O sr. Palomar, nome motivado pelo observatório homónimo em
San Diego, Califórnia, observa o mundo que o rodeia: objetos, animais, seres
humanos.
O sr. Palomar vai interrogando as suas observações e os
seus pensamentos sobre elas. As várias hipóteses que lhe são presentes não
resolvem os problemas em causa.
Há momentos em que decide restringir-se ao observável:
«Mas
talvez seja exactamente essa desconfiança em relação aos nossos sentimentos que
nos impede de nos sentirmos à vontade no universo. Talvez a primeira regra que
me devo impor seja: ater-me ao que vejo.» (p. 47)

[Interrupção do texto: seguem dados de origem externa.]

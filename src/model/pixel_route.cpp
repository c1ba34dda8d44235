// SPDX-License-Identifier: GPL-2.0-or-later
#include "model/pixel_route.h"

#include <algorithm>
#include <array>

#include "base/error.h"
#include "base/vector_width.h"

namespace foreglow {
namespace {

constexpr std::size_t block = 512;

FOREGLOW_WIDE
void multiply(std::span<const double> amplitude, std::span<const double> factor, std::span<double> out) {
    for (std::size_t i = 0; i < out.size(); ++i)
        out[i] = amplitude[i] * factor[i];
}

}  // namespace

PixelRoute::PixelRoute(const SkyModel& sky, std::span<const BandSum> bands, bool polarized,
                       double tolerance) {
    const SkyLaw law = intensity_law(sky);
    intensity_laws_.reserve(bands.size());
    for (const BandSum& band : bands)
        intensity_laws_.emplace_back(law, band, tolerance);
    if (!polarized || polarization_shares_law(sky)) return;
    const SkyLaw own_law = polarized_law(sky);
    polarized_laws_.reserve(bands.size());
    for (const BandSum& band : bands)
        polarized_laws_.emplace_back(own_law, band, tolerance);
}

double PixelRoute::error_of(std::size_t channel) const {
    const double own = polarized_laws_.empty() ? 0.0 : polarized_laws_[channel].worst_error();
    return std::max(own, intensity_laws_[channel].worst_error());
}

void PixelRoute::make_pixels(const SkyStrip& strip, std::size_t channel, std::size_t begin, std::size_t end,
                             std::span<const std::span<double>> out, ExpPrecision precision) const {
    FOREGLOW_EXPECTS(out.size() == 1 || (out.size() == 3 && !strip.q.empty()));
    std::array<double, block> factor;
    for (std::size_t first = begin; first < end; first += block) {
        const std::size_t n = std::min(block, end - first);
        const std::span<double> f(factor.data(), n);
        const auto part = [&](const std::vector<double>& values) {
            return std::span(values).subspan(first, n);
        };
        intensity_laws_[channel].evaluate(strip.intensity_columns().part(first, n), f, precision);
        multiply(part(strip.intensity), f, out[0].subspan(first - begin, n));
        if (out.size() == 1) continue;
        if (!polarized_laws_.empty())
            polarized_laws_[channel].evaluate(strip.polarized_columns().part(first, n), f, precision);
        multiply(part(strip.q), f, out[1].subspan(first - begin, n));
        multiply(part(strip.u), f, out[2].subspan(first - begin, n));
    }
}

}  // namespace foreglow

Outras vira-se para dentro de si ou tenta colocar-se fora
si para se observar, como na velha perspectiva de alguém que está à janela a
ver-se passar a si próprio.
Vezes há ainda em que os automatismos civilizacionais levam
a melhor sobre as suas intenções, como, quando, depois de esperar algum tempo
para ser atendido numa loja de queijos em Paris, e aproveitando o tempo de
espera para tentar dominar a nomenclatura dos espécimes expostos, acaba por
pedir o óbvio, o que os turistas pedem, e não aquilo que pensava ter de
experimentar. (p. 79-82)
No fim, há pelo menos duas mensagens interessantes:
primeira, antes de se ter quaisquer pretensões a conhecer o mundo / universo, “conhece-te
a ti mesmo”; segundo, provavelmente quando alguém tentar ser de tal modo isento
que só lhe reste fazer de morto, morrerá.
Sumariando, o sr. Palomar não é totalmente objetivo, mas
tenta sê-lo, só que enferma de uma tendência insuperável para problematizar o
que vê, o que pensa que vê, o que pensa que pensa… Assim, todas as suas
observações resultam em paradoxos. Ele acaba desiludido, porque, quando julga
que poderá ter captado o essencial do problema e vislumbrar uma explicação
compreensiva do funcionamento do mundo, vê que está perdido.
Uma outra vertente a explorar é a crítica a vários aspectos
da nossa sociedade, que está disseminada pelos vários segmentos.
Por exemplo:
Renúncia ao saber livresco: Ao observar Júpiter «…tem de permitir à sua imaginação que se
dispa das roupagens que não são as suas, que renuncie a exibir um saber
livresco.» (p.47).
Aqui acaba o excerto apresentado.